GLAD THIS SERIES HAS BEEN RE-RELEASED
Camber of Culdi was originally published in 1976, following on the heels of the thrilling exploits of the young King Kelson Haldane in The Chronicles of the Deryni trilogy. In Deryni chronologically terms, however, this novel is the oldest, going back in time to shed light on the mysterious Saint Camber, who is reviled and revered in equal measure by the populous of the Kingdom of Gwynedd in Kelson’s time. And here readers come face-to-face with this Deryni legend.
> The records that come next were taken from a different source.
class Assessor {
 public:
  Assessor(const PartPlan& plan, const PlausibilityOptions& options)
      : plan_(plan),
        options_(options),
        per_unit_(millimetres_per(plan.unit)),
        unit_(unit_name(plan.unit)) {}

  PlausibilitySummary run(const PartInputs& inputs, const PartEvaluation& evaluation) {
    const DatumFrameResult& frame = evaluation.datums;
    // Ball-centre files whose vectors all point into the material (the approach sense) were
    // accepted by the probe-tip compensation and used reversed (probe_compensation.hpp): judge
    // them in the sense the compensation used, so the two steps read a file the same way.
    const auto as_compensated = [&](const std::string& role, const PointCloud& cloud) {
      PointCloud judged = cloud;
      for (const FeaturePreparation& p : evaluation.preparation)
        if (p.role == role && p.record.probe_tip.vectors_reversed) judged.vectors *= -1.0;
      return judged;
    };
    for (std::size_t k = 0; k < plan_.datums.size(); ++k)
      check_datum(plan_.datums[k],
                  as_compensated(std::string("datum ") + plan_.datums[k].label, inputs.datums[k]),
                  frame);
    for (std::size_t i = 0; i < plan_.bores.size(); ++i) {
      // A bore not evaluated has no fits to compare; its reason is already reported.
      if (!evaluation.bores[i].evaluated()) continue;
      PointCloud in_frame;
      in_frame.points = frame.frame.points_to_frame(inputs.bores[i].points);
      if (inputs.bores[i].has_vectors())
        in_frame.vectors = frame.frame.rotation *
                           as_compensated("bore " + plan_.bores[i].id, inputs.bores[i]).vectors;
      in_frame.source = inputs.bores[i].source;
      check_bore(plan_.bores[i], in_frame, evaluation.bores[i]);
    }
    return std::move(summary_);
  }

 private:
  /// A length in the plan's unit: 4 decimals in mm, 5 in inch (as the reports print them).
  std::string length(double mm) const {
    return detail::format_number(mm / per_unit_, plan_.unit == LengthUnit::inch ? 5 : 4) + " " +
           unit_;
  }
  static std::string percent(double share) { return detail::format_number(100.0 * share, 1); }

  /// An error's key and line go into its InputError; a warning names them in its text.
  void add(FindingSeverity severity, const std::string& feature, const PlanLocation& where,
           const std::string& message) {
    std::string text = feature + ": " + message;
    if (severity == FindingSeverity::warning && !where.key.empty())
      text += " (plan key " + where.key +
              (where.line > 0 ? ", line " + std::to_string(where.line) : std::string()) + ")";
    summary_.findings.push_back({severity, feature, where, std::move(text)});
  }

  static std::string file_of(const PointCloud& cloud, const std::filesystem::path& planned) {
    const std::filesystem::path file =
        cloud.source.empty() ? planned : std::filesystem::path(cloud.source);
    const std::string name = file.filename().string();
    return quoted_for_message(name);
  }

  // ---------------------------------------------------------------- surface vectors

  /// Judges `count`: `expected` says where the declared kind's vectors point, `reversed` where
  /// the counted ones point instead, `error_text` why most of them so is an error.
  void judge_vectors(const SideCount& count, const std::string& feature, const std::string& file,
                     const PlanLocation& where, const std::string& expected,
                     const std::string& reversed, const std::string& error_text) {
    if (count.against == 0) return;
    const double share = static_cast<double>(count.against) / static_cast<double>(count.counted);
    const std::string counted = std::to_string(count.against) + " of " +
                                std::to_string(count.counted) + " surface vectors (i,j,k) in " +
                                file;
    if (share > options_.vector_error_share) {
      add(FindingSeverity::error, feature, where,
          counted + " point " + reversed + ": " + error_text +
              " (i,j,k read as the surface normal out of the material: docs/evaluation.md)");
      return;
    }
    add(FindingSeverity::warning, feature, where,
        counted + " (" + percent(share) + " %) point " + reversed + ", where " + expected +
            ": check those points (another feature, an edge, a reversed vector)");
  }

  void check_cylinder_vectors(FeatureKind kind, const PointCloud& cloud, const Axis& axis,
                              const std::string& feature, const std::string& file,
                              const PlanLocation& where) {
    const bool pin = kind == FeatureKind::pin;
    const SideCount count =
        count_radial(cloud, axis, pin ? 1.0 : -1.0, options_.vector_side_cosine);
    const std::string declared = pin ? "a pin" : "a bore";
    judge_vectors(count, feature, file, where,
                  pin ? "a pin's point away from its axis" : "a bore's point toward its axis",
                  pin ? "toward the axis, as a bore's do" : "away from the axis, as a pin's do",
                  "declared " + declared + ", the results would be meaningless");
  }

  // ---------------------------------------------------------------- sizes

  /// A fitted size against the plan's limits (docs/evaluation.md, "Plausibility checks").
  void check_size(const SizeLimits& limits, double fitted, const std::string& what,
                  const std::string& feature, const PlanLocation& where) {
    const double tolerance = limits.upper - limits.lower;
    const double outside = std::max({limits.lower - fitted, fitted - limits.upper, 0.0});
    if (!(outside > options_.size_warning_factor * tolerance)) return;
    const double nominal = 0.5 * (limits.lower + limits.upper);
    const double ratio = fitted / nominal;
    const double slack = options_.unit_ratio_tolerance;
    std::string mixup;
    if (plan_.unit == LengthUnit::inch && std::abs(ratio / inch_in_mm - 1.0) < slack)
      mixup = "a unit mix-up? plan units are inch, the data look like mm";
    if (plan_.unit == LengthUnit::millimetre && std::abs(ratio * inch_in_mm - 1.0) < slack)
      mixup = "a unit mix-up? plan units are mm, the data look like inch";
    const std::string text =
        what + " " + length(fitted) + " lies " + length(outside) +
        (fitted > limits.upper ? " above the upper limit " + length(limits.upper)
                               : " below the lower limit " + length(limits.lower)) +
        " (" + detail::format_number(outside / tolerance, 1) + " size tolerances, ratio " +
        detail::format_number(ratio, 2) + " to the limits' mean)";
    const bool meaningless = !mixup.empty() ||
                             (outside > options_.size_error_factor * tolerance &&
                              outside > options_.size_error_share * nominal);
    if (meaningless)
      add(FindingSeverity::error, feature, where,
          text + ": " + (mixup.empty() ? "the wrong point file, limits or unit?" : mixup) +
              "; the results would be meaningless");
    else
      add(FindingSeverity::warning, feature, where,
          text + ": a gross machining error, or the wrong point file or limits?");
  }

  // ---------------------------------------------------------------- datums

  void check_datum(const PlanDatum& d, const PointCloud& cloud, const DatumFrameResult& frame) {
    const std::string feature = std::string("datum ") + d.label;
    PlanLocation at = d.where;
    if (at.key.empty()) at.key = std::string("datum.") + d.label;
    const std::string file = file_of(cloud, d.points);
    const bool vectors = cloud.has_vectors();

    if (d.kind == FeatureKind::plane) {
      const PlaneFit* plane = d.label == 'A' ? &frame.a.plane
                              : frame.c_plane ? &frame.c_plane->plane
                                              : nullptr;
      if (!plane || !vectors) return;
      const Eigen::Vector3d outward = plane->normal;
      const SideCount count = count_sides(
          cloud.vectors, [&](Eigen::Index) { return outward; }, 1.0, options_.vector_side_cosine);
      const PlanLocation where = d.material_side ? at.at("material_side") : at.at("points");
      judge_vectors(count, feature, file, where, "a plane's point out of the material",
                    "into the material side",
                    "against the " + std::string(d.material_side ? "given" : "inferred") +
                        " material side, the datum would be associated on the wrong side");
      return;
    }

    const SizeDatumResult* of_size = d.label == 'B' ? (frame.b ? &*frame.b : nullptr)
                                                    : (frame.c_feature ? &*frame.c_feature : nullptr);
    if (of_size) {
      if (vectors)
        check_cylinder_vectors(d.kind, cloud, of_size->related_envelope.axis, feature, file,
                               at.at("feature"));
      if (d.size)
        check_size(*d.size, of_size->mating_size, "related mating size", feature, at.at("size"));
      return;
    }
    if (frame.c_width && d.label == 'C') {
      const ClockingWidthResult& w = *frame.c_width;
      const bool tab = d.kind == FeatureKind::tab;
      if (vectors) {
        const SideCount count = count_sides(
            cloud.vectors,
            [&](Eigen::Index j) -> Eigen::Vector3d {
              const double side = (cloud.points.col(j) - w.centre_on_a).dot(w.centre_plane_normal);
              return side > 0.0 ? w.centre_plane_normal : -w.centre_plane_normal;
            },
            tab ? 1.0 : -1.0, options_.vector_side_cosine);
        judge_vectors(count, feature, file, at.at("feature"),
                      tab ? "a tab's point away from its centre plane"
                          : "a slot's point toward its centre plane",
                      tab ? "toward the centre plane, as a slot's do"
                          : "away from the centre plane, as a tab's do",
                      std::string("declared a ") + (tab ? "tab" : "slot") +
                          ", the results would be meaningless");
      }
      if (d.size) check_size(*d.size, w.mating_width, "related mating width", feature, at.at("size"));
    }
  }

  // ---------------------------------------------------------------- bores

  void check_bore(const PlanBore& bore, const PointCloud& in_frame, const BoreResult& result) {
    const std::string feature = "bore " + bore.id;
    PlanLocation at = bore.where;
    if (at.key.empty()) at.key = "bore[" + bore.id + "]";
    if (in_frame.has_vectors())
      check_cylinder_vectors(FeatureKind::bore, in_frame, result.least_squares.axis, feature,
                             file_of(in_frame, bore.points), at.at("points"));
    if (bore.size)
      check_size(*bore.size, result.size.least_squares, "least-squares diameter", feature,
                 at.at("size"));
    else
      check_zone_share(bore, result.size.least_squares, feature, at);
    check_depth(result, feature, at);
  }

  /// validate_plan's rule on a zone wider than the bore's size (zone_share_finding), for a
  /// bore without limits of size: against its fitted diameter.
  void check_zone_share(const PlanBore& bore, double diameter, const std::string& feature,
                        const PlanLocation& at) {
    for (const auto& [tolerance, name] :
         {std::make_pair(&bore.position, "position"),
          std::make_pair(&bore.perpendicularity, "perpendicularity")}) {
      if (!*tolerance || (*tolerance)->wide_zone_intended) continue;
      const std::optional<ZoneShareFinding> finding = zone_share_finding(
          name, (*tolerance)->tolerance, diameter, "the fitted diameter", plan_.unit);
      if (!finding) continue;
      PlanLocation where = (*tolerance)->where;
      if (where.key.empty()) where = at.at(name);
      add(finding->error ? FindingSeverity::error : FindingSeverity::warning, feature,
          where.at("tolerance"), finding->message);
    }
  }

  /// The plan's depth range and a projected zone against the probed band, in heights along the
  /// nominal axis from A.
  void check_depth(const BoreResult& result, const std::string& feature,
                   const PlanLocation& at) {
    const double probed = result.probed_top - result.probed_bottom;
    const auto beyond = [&](double top, double bottom) {
      return std::max(0.0, top - result.probed_top) + std::max(0.0, result.probed_bottom - bottom);
    };
    const auto band = [&](double top, double bottom) {
      return length(top) + " to " + length(bottom);
    };
    // The bore's own range: the ends the plan's depth gives (a probed end cannot lie beyond).
    double top = 0.0, bottom = 0.0;
    bool own = false;
    if (result.position && !result.position->projected) {
      top = result.position->range_top, bottom = result.position->range_bottom, own = true;
    } else if (result.perpendicularity) {
      top = result.perpendicularity->range_top;
      bottom = result.perpendicularity->range_bottom;
      own = true;
    }
    if (own && result.depth_source != RangeSource::probed_extent) {
      const double extra = beyond(top, bottom);
      const double overlap =
          std::min(top, result.probed_top) - std::max(bottom, result.probed_bottom);
      // With the direction held at nominal (axis_direction = "nominal") no tilt is
      // extrapolated: the plan states the axis is parallel to its nominal direction, so the
      // range beyond the band is a warning that the verdict rests on that statement.
      if (!(overlap > 0.0) || extra > options_.depth_error_factor * probed)
        add(result.direction_held ? FindingSeverity::warning : FindingSeverity::error, feature,
            at.at("depth"),
            "the depth range " + band(top, bottom) + " (heights from A) " +
                (overlap > 0.0 ? "extends " + length(extra) + " beyond the probed band " +
                                     band(result.probed_top, result.probed_bottom) +
                                     ", more than " +
                                     detail::format_number(options_.depth_error_factor, 0) +
                                     " times its length " + length(probed)
                               : "does not meet the probed band " +
                                     band(result.probed_top, result.probed_bottom)) +
                (result.direction_held
                     ? std::string(": the axis is taken parallel to its nominal direction there, "
                                   "as the plan's axis_direction says")
                     : std::string(": the axis would be judged where it was not measured; probe "
                                   "the bore over its depth or correct it")));
    }
    if (result.position && result.position->projected) {
      const PositionResult& p = *result.position;
      const double extra = beyond(p.range_top, p.range_bottom);
      if (extra > options_.projected_warning_factor * probed)
        add(FindingSeverity::warning, feature, at.at("position.projected"),
            "the projected zone " + band(p.range_top, p.range_bottom) + " lies up to " +
                length(extra) + " beyond the probed band " +
                band(result.probed_top, result.probed_bottom) + ", more than its length " +
                length(probed) + ": the verdict rests on extrapolating the axis");
    }
  }

  const PartPlan& plan_;
  const PlausibilityOptions& options_;
  double per_unit_;
  std::string unit_;
  PlausibilitySummary summary_;
};

}  // namespace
The ruler of Gweynedd at this time in Camber’s life is the young Imre; his ancestor Festil I, the Conqueror, having brutally overthrown the human kings centuries before, seizing power for the Deryni race. These very human-like people living along side the population, normal in every way except in their extraordinary mental powers which are rumored to be magic. And while the Deryni overlordship of the land has not been all bad, it has taken a decidedly downward turn upon the ascension of Imre, who is a horrible racist (He views humans as nothing more than livestock to be worked, taxed, and killed as needed.) and more than a little insane. These qualities having caused Camber MacRorie, Earl of Culdi, to retire from court; his duties to the crown passed to his eldest son, Cathan, who has been fast friends with Imre since childhood.
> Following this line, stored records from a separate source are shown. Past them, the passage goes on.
Renders the report with Debian's chromium, headless and without network, then checks
* the screenshot: a PNG (ISO/IEC 15948:2004) of the window's size that is not blank, decoded
  here with zlib alone (no imaging library): chunks, IDAT inflated, scanline filters undone;
* the DOM chromium built (--dump-dom): one figure set per bore of the JSON report of the same
  run, in order, each with its three figures; the safety caution; no script element and no
  script error on the console; P2's exit mark at the height the JSON gives;
* with --uncertainty, --decision-rule iso-14253-1 and --predict-probing: the study's section,
  the rule beside the verdict, each row's limits and one prediction table per bore, as the JSON
  of the same run gives them, and no script error;
* printing: on Letter and on A4 every bore's section takes one page of its own;
* the command line: the HTML is committed with the other reports as one set, '-' and an input
  file are refused with one error line and exit code 2.

The screenshot and the report are kept in ARTEFACT_DIR (DEVELOPERS.md says where). chromium
missing is a failure, not a skip: the README's test command installs it.

Usage: /usr/bin/python3 test_html_report.py PATH_TO_CYLZONE PLAN ARTEFACT_DIR
"""
import csv
import json
import os
import re
import shutil
import struct
import subprocess
import sys
import tempfile
import zlib

CLI, PLAN, ARTEFACTS = sys.argv[1], os.path.abspath(sys.argv[2]), os.path.abspath(sys.argv[3])
WIDTH, HEIGHT = 1280, 2000
failures = []


def check(condition, message):
    if not condition:
        failures.append(message)


def run(*args):
    return subprocess.run([CLI, *args], capture_output=True, text=True, timeout=300)


def refused(name, p, *fragments):
    lines = [l for l in p.stderr.splitlines() if l.strip()]
    check(p.returncode == 2, f"{name}: exit {p.returncode}, expected 2")
    check(len(lines) == 1 and lines[0].startswith("cylzone: error:"),
          f"{name}: expected one error line, got {p.stderr[:300]!r}")
    for f in fragments:
        check(f in p.stderr, f"{name}: stderr lacks {f!r}: {p.stderr.strip()[:300]}")


def png_pixels(data):
    """(width, height, channels, rows) of an 8-bit RGB or RGBA PNG, rows with filters undone
    (ISO/IEC 15948:2004 clause 9: filter types 0-4, Paeth predictor)."""
    if data[:8] != b"\x89PNG\r\n\x1a\n":
        raise ValueError("not a PNG signature")
    pos, idat, header = 8, [], None
    while pos < len(data):
        length, kind = struct.unpack(">I4s", data[pos:pos + 8])
        body = data[pos + 8:pos + 8 + length]
        if zlib.crc32(kind + body) != struct.unpack(">I", data[pos + 8 + length:pos + 12 + length])[0]:
            raise ValueError(f"bad CRC in chunk {kind!r}")
        if kind == b"IHDR":
            header = struct.unpack(">IIBBBBB", body)
        elif kind == b"IDAT":
            idat.append(body)
        elif kind == b"IEND":
            break
        pos += 12 + length
    width, height, depth, colour, _, _, interlace = header
    if depth != 8 or colour not in (2, 6) or interlace != 0:
        raise ValueError(f"unexpected PNG format: depth {depth}, colour type {colour}, interlace {interlace}")
    channels = 3 if colour == 2 else 4
    raw = zlib.decompress(b"".join(idat))
    stride = width * channels
    if len(raw) != height * (stride + 1):
        raise ValueError("IDAT size does not match the header")
    rows, previous = [], bytearray(stride)
    for y in range(height):
        kind = raw[y * (stride + 1)]
        line = bytearray(raw[y * (stride + 1) + 1:(y + 1) * (stride + 1)])
        if kind == 1:
            for i in range(channels, stride):
                line[i] = (line[i] + line[i - channels]) & 0xFF
        elif kind == 2:
            line = bytearray((a + b) & 0xFF for a, b in zip(line, previous))
        elif kind == 3:
            for i in range(stride):
                left = line[i - channels] if i >= channels else 0
                line[i] = (line[i] + ((left + previous[i]) >> 1)) & 0xFF
        elif kind == 4:
            for i in range(stride):
                a = line[i - channels] if i >= channels else 0
                b = previous[i]
                c = previous[i - channels] if i >= channels else 0
                p = a + b - c
                pa, pb, pc = abs(p - a), abs(p - b), abs(p - c)
                predictor = a if pa <= pb and pa <= pc else (b if pb <= pc else c)
                line[i] = (line[i] + predictor) & 0xFF
        elif kind != 0:
            raise ValueError(f"unknown filter type {kind} in row {y}")
        rows.append(bytes(line))
        previous = line
    return width, height, channels, rows


def chromium(*args):
    """chromium headless, no GPU, no network services, its own profile; (stdout, stderr)."""
    with tempfile.TemporaryDirectory() as profile:
        p = subprocess.run(
            [BROWSER, "--headless", "--no-sandbox", "--disable-gpu", "--disable-extensions",
             "--no-first-run", "--disable-background-networking", "--disable-sync",
             "--metrics-recording-only", "--disable-default-apps", "--mute-audio",
             "--hide-scrollbars", f"--user-data-dir={profile}", "--enable-logging=stderr",
             "--v=0", *args],
            capture_output=True, text=True, timeout=180)
    return p


BROWSER = shutil.which("chromium")
if BROWSER is None:
    print("FAILED: chromium is not installed; the README's test command installs it "
          "(apt-get install chromium)")
    sys.exit(1)

os.makedirs(ARTEFACTS, exist_ok=True)
html = os.path.join(ARTEFACTS, "demo-report.html")
screenshot = os.path.join(ARTEFACTS, "demo-report.png")
for old in (html, screenshot):
    if os.path.exists(old):
        os.remove(old)

with tempfile.TemporaryDirectory() as tmp:
    report = os.path.join(tmp, "report.json")
    p = run("check", PLAN, "--json", report, "--html", html, "--time", "2026-01-01T00:00:00Z")
    check(p.returncode == 1, f"demo check: exit {p.returncode}, expected 1; {p.stderr[:300]}")
    check(os.path.isfile(html) and os.path.isfile(report), "the HTML and JSON were not both written")
    with open(report, encoding="utf-8") as f:
        model = json.load(f)
    with open(html, encoding="utf-8") as f:
        source = f.read()
    bores = [b["id"] for b in model["bores"]]
    check(len(bores) == 7, f"the demo has 7 bores, the JSON lists {len(bores)}")
    check(len(source.encode()) < 1_000_000, f"the report is {len(source.encode())} bytes")

    # '-' is refused (a file only); so is an input file, which stays untouched.
    refused("--html -", run("check", PLAN, "--html", "-"), "--html")
    with open(PLAN, "rb") as f:
        plan_bytes = f.read()
    refused("--html over the plan", run("check", PLAN, "--html", PLAN), "over an input file")
    with open(PLAN, "rb") as f:
        check(f.read() == plan_bytes, "the plan was changed")
    # A set: with a bad second target nothing is written, not even the HTML.
    lonely = os.path.join(tmp, "lonely.html")
    refused("set", run("check", PLAN, "--html", lonely, "--json", os.path.join(tmp, "no", "x.json")))
    check(not os.path.exists(lonely), "the HTML was written although the set was refused")

# ---- The screenshot: the window's size, not blank.
url = "file://" + html
p = chromium(f"--screenshot={screenshot}", f"--window-size={WIDTH},{HEIGHT}", url)
check(os.path.isfile(screenshot), f"no screenshot; chromium said: {p.stderr[-500:]}")
if os.path.isfile(screenshot):
    with open(screenshot, "rb") as f:
        width, height, channels, rows = png_pixels(f.read())
    check((width, height) == (WIDTH, HEIGHT), f"screenshot is {width}x{height}, expected {WIDTH}x{HEIGHT}")
    distinct, dark = set(), 0
    for row in rows[::4]:
        for x in range(0, len(row), channels * 2):
            pixel = row[x:x + 3]
            distinct.add(pixel)
            dark += sum(pixel) < 3 * 128
    sampled = len(rows[::4]) * ((width + 1) // 2)
    # Text, tables and the zone figures: many grey levels and a few per cent of dark pixels.
    check(len(distinct) > 50, f"screenshot looks blank: {len(distinct)} distinct colours")
    check(0.005 < dark / sampled < 0.5, f"dark pixel share {dark / sampled:.4f} is implausible")

# ---- The DOM chromium built from it.
p = chromium("--dump-dom", url)
dom = p.stdout
check("<body" in dom, f"no DOM dumped; chromium said: {p.stderr[-500:]}")
sets = re.findall(r'<div class="figure-set" data-bore="([^"]*)">', dom)
check(sets == bores, f"figure sets {sets} do not match the bores {bores}")
for kind in ("top-view", "side-view", "surface-map"):
    n = len(re.findall(rf'<figure class="{kind}"', dom))
    check(n == len(bores), f"{n} {kind} figures for {len(bores)} bores")
check(len(re.findall(r"<svg", dom)) == 3 * len(bores), "not three SVG figures per bore")
check(dom.count(model["caution"]) == 2, "the caution is not at the top and the foot of the report")
check("<script" not in dom, "the DOM holds a script element")
console = [l for l in p.stderr.splitlines() if "CONSOLE" in l or "Uncaught" in l]
check(not console, f"console messages: {console[:3]}")
# P2 leaves its zone at the height the JSON gives, marked in its top view and its three panels.
p2 = next(b for b in model["bores"] if b["id"] == "P2")
exit_z = p2["depth_profile"]["leaves_zone_at"]
section = dom[dom.find('data-bore="P2"'):]
section = section[:section.find("</section>")]
marks = [float(z) for z in re.findall(r'class="exit" data-z="(-?[0-9.]+)"', section)]
check(len(marks) == 4, f"P2: {len(marks)} exit marks, expected 4 (top view and three panels)")
check(all(abs(z - exit_z) < 1e-4 for z in marks), f"P2 exit marks at {marks}, JSON {exit_z}")
# Bores that stay inside have no exit mark.
p1 = dom[dom.find('data-bore="P1"'):]
check('class="exit"' not in p1[:p1.find("</section>")], "P1 stays inside but has an exit mark")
This self-imposed retirement of the Earl seems to be for the best. The quiet life suiting him, allowing Camber to spend his days on ecclesiastical and historical study as well as family time: his daughter Evaine mainly, though he is close with his sons Cathan and Joram too. The greater goings-on of the kingdom still of interest to him, but his belief that younger men should guide the king into more prudent rulership. But then two events occur simultaneously: Imre decreeing that innocent humans must die in punishment for the murder of a Deryni, and an elderly human on his deathbed passing along a deadly secret to Camber’s son-in-law Rhys Thuryn. These unrelated events setting off a chain reaction which forces Camber of Culdi to contemplate betraying his ruling monarch and, perhaps, the Deryni race itself!
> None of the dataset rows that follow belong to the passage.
TEST_CASE("a frame given A's minimum-zone plane equals the frame that fits it, bit for bit",
          "[datum][frame][scan]") {
  // Reference: the same frame fitting A's minimum zone itself (the computation the given plane
  // replaces), for every association, on a dense face and on a face whose minimum zone is not
  // unique. The given plane is the nominal frame's (tangent least squares), as the association
  // study passes it on.
  const Motion motion = generic_motion();
  const Eigen::Vector3d side = motion.direction(-Eigen::Vector3d::UnitZ());
  const std::vector<PlanDatum> datums = {plane_datum('A')};
  for (const bool ambiguous : {false, true}) {
    INFO((ambiguous ? "face with two mirror-image minimum zones" : "dense face"));
    const Eigen::Matrix3Xd a = ambiguous ? ambiguous_face() : dense_face();
    const PlaneFit zone = fit_plane_minimum_zone(a);
    // The ambiguous face is what it claims: the fit warns that its mid-plane is not unique.
    CHECK(zone.summary.warnings.empty() == !ambiguous);
    const PointCloud face = cloud(a, "A.csv");
    const DatumFrameResult nominal =
        establish_datum_frame(test::paired(datums, {face}), side, DatumFrameOptions{});
    REQUIRE(nominal.a.minimum_zone);
    // Held without its residual values (form and rms kept): they are A's residuals again.
    CHECK(nominal.a.minimum_zone->residuals.values.size() == 0);
    CHECK(nominal.a.minimum_zone->residuals.form == zone.residuals.form);
    CHECK(nominal.a.minimum_zone->normal == zone.normal);
    CHECK(nominal.a.flatness == zone.residuals.form);
    for (const PlaneAssociation method :
         {PlaneAssociation::tangent_least_squares, PlaneAssociation::tangent_minimax,
          PlaneAssociation::least_squares, PlaneAssociation::minimum_zone}) {
      INFO(std::string(association_name(method)));
      DatumFrameOptions fitted;
      fitted.a_association = method;
      DatumFrameOptions given = fitted;
      given.a_minimum_zone = nominal.a.minimum_zone;
      const DatumFrameResult f = establish_datum_frame(test::paired(datums, {face}), side, fitted);
      const DatumFrameResult g = establish_datum_frame(test::paired(datums, {face}), side, given);
      check_same_frame_and_a(g, f);
      CHECK(g.a.flatness == f.a.flatness);
      CHECK(g.notes == f.notes);
    }
  }
  // A plane of other points is refused.
  DatumFrameOptions wrong;
  wrong.a_minimum_zone = fit_plane_minimum_zone(dense_face().leftCols(500));
  CHECK_THROWS_AS(establish_datum_frame(test::paired(datums, {cloud(dense_face(), "A.csv")}),
                                        side, wrong),
                  std::invalid_argument);
}

// A dense face A with one point standing 0.5 mm proud of the 4 um band of the others (so
// that its stray-point screen has a note to place), a lobed bore B and a lobed bore C, moved by
// `motion`.
std::vector<PointCloud> proud_a_b_c(const Motion& motion) {
  Eigen::Matrix3Xd a = dense_face();
  a.conservativeResize(3, a.cols() + 1);
  a.col(a.cols() - 1) = motion.apply(Eigen::Vector3d(20.0, 10.0, 0.5));
  return {cloud(a, "A.csv"),
          cloud(motion.apply(lobed_feature(0.0, 0.0, 10.0, -40.0, -3.0, 0.004)), "B.csv"),
          cloud(motion.apply(lobed_feature(55.0, 25.0, 4.0, -25.0, -3.0, 0.002, 10.0)), "C.csv")};
}

TEST_CASE("A's flatness fitted beside B and C: the serial order's bits and notes for any "
          "thread count",
          "[datum][frame][scan]") {
  // References: A's flatness is the minimum-zone fit of A's points alone (fit_plane_minimum_zone,
  // the computation the frame ran before B); the notes keep the datums' order (A's stray-point
  // note before B's and C's, as when each datum was associated and screened in turn); and the
  // frame, every datum and every note are the same bits for 1, 2 and 3 threads (the flatness
  // and B and C run side by side from 2 threads on). Face A carries one point standing 0.5 mm
  // proud of the 4 um band of the others, so that its screen has a note to place.
  const Motion motion = generic_motion();
  const std::vector<PlanDatum> datums = a_b_c_bores();
  const std::vector<PointCloud> clouds = proud_a_b_c(motion);
  const Eigen::Vector3d into_material = motion.direction(-Eigen::Vector3d::UnitZ());
  const PlaneFit zone = fit_plane_minimum_zone(clouds[0].points);

  const auto frame_on = [&](std::size_t threads) {
    DatumFrameOptions options;
    options.fit.threads = options.stray_points.threads = threads;
    return establish_datum_frame(test::paired(datums, clouds), into_material, options);
  };
  const DatumFrameResult one = frame_on(1);
  CHECK(one.a.flatness == zone.residuals.form);
  REQUIRE(one.a.minimum_zone);
  CHECK(one.a.minimum_zone->normal == zone.normal);
  CHECK(one.a.minimum_zone->point == zone.point);
  // A's note first, then C's (B's lobed bore has none to give).
  REQUIRE(one.notes.size() >= 2);
  CHECK_THAT(one.notes.front(), Contains("datum A:") && Contains("suspect"));
  CHECK_THAT(one.notes.back(), Contains("datum C (bore)"));
  for (const std::size_t threads : {2u, 3u}) {
    INFO("threads " << threads);
    const DatumFrameResult r = frame_on(threads);
    CHECK(r.frame.rotation == one.frame.rotation);
    CHECK(r.frame.origin == one.frame.origin);
    CHECK(r.a.plane.normal == one.a.plane.normal);
    CHECK(r.a.plane.point == one.a.plane.point);
    CHECK(r.a.flatness == one.a.flatness);
    REQUIRE(r.a.minimum_zone);
    CHECK(r.a.minimum_zone->normal == one.a.minimum_zone->normal);
    REQUIRE(r.a.stray_points.points.size() == one.a.stray_points.points.size());
    for (std::size_t k = 0; k < r.a.stray_points.points.size(); ++k) {
      CHECK(r.a.stray_points.points[k].index == one.a.stray_points.points[k].index);
      CHECK(r.a.stray_points.points[k].excess == one.a.stray_points.points[k].excess);
    }
    REQUIRE(r.b);
    CHECK(r.b->related_envelope.axis.point == one.b->related_envelope.axis.point);
    CHECK(r.b->related_envelope.radius == one.b->related_envelope.radius);
    CHECK(r.b->axis_on_a == one.b->axis_on_a);
    REQUIRE(r.c_feature);
    CHECK(r.c_feature->axis_on_a == one.c_feature->axis_on_a);
    CHECK(r.notes == one.notes);
  }
}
Having read this (and the other Deryni novels) as a teenager growing up in the 1980s, picking up Camber of Culdi again after all these years was both a welcome return to a childhood haunt and a trepidatious homecoming for an older, more cynical me. And, after finishing my re-read, I have to admit being both pleased and disappointed with the novel, though I definitely feel more of the former rather than the latter.
On the pleased side, I have to point to the wonderful world of the Deryni, which I still found as engrossing and as entertaining as it was decades ago. This fantasy version of medieval Europe filled with royal houses, political machinations, and the unique Deryni. What set it apart from other series is Katherine Kurtz’s wholesale inclusion of the Catholic Church in her story; medieval Christianity fully in place with Jesus Christ having died on the cross, his followers having spread across the world, monasteries and militant orders dotting the landscape, and the learned quoting Latin Psalms. This inclusion of religion allowing the author to capture the true nature of this historical setting, to show the clash of secular and religious powers, and to juxtapose the dual nature of devotedly religious people committing horrible deeds in the name of secular power.
On the disappointed side, I have to acknowledge this group of characters were a bit of a letdown for me (though, to be completely honest, I never loved them as much as I did Kelson, Morgan, and company). Camber always seemed more a saint than a real person. His children Cathan, Joram, and Evaine (as well as other confidantes like Rhys) had brief flashes of personality, but never received a real opportunity to grow into anyone truly special. King Imre and other “bad guys” were penned as fairly one dimensional creatures, easily labeled as the “insane tyrant”, “the “evil temptress”, or the “scheming liar.” And there was a complete absence of female main characters, though that might be a result of the time period when the book was first published more than anything else.
Overall, Camber of Culdi is a fine fantasy read filled with political scheming, dynastic intrigue, and a touch of magic, set in a wonderfully developed faux-medieval Europe with a fully realized Catholic Church. For longtime lovers of the Deryni novels, it will be a joyful return to a familiar home, replete with iconic characters and an easily followed tale told in Katherine Kurtz memorable style. To those new to the series, I would encourage them to read the first trilogy, The Chronicles of the Deryni, before delving in here, because the revelations in this book could ruin very important plot elements there.
I received this book from the publisher in exchange for a fair and honest review. I’d like to thank them for allowing me to receive this review copy and inform everyone that the review you have read is my opinion alone.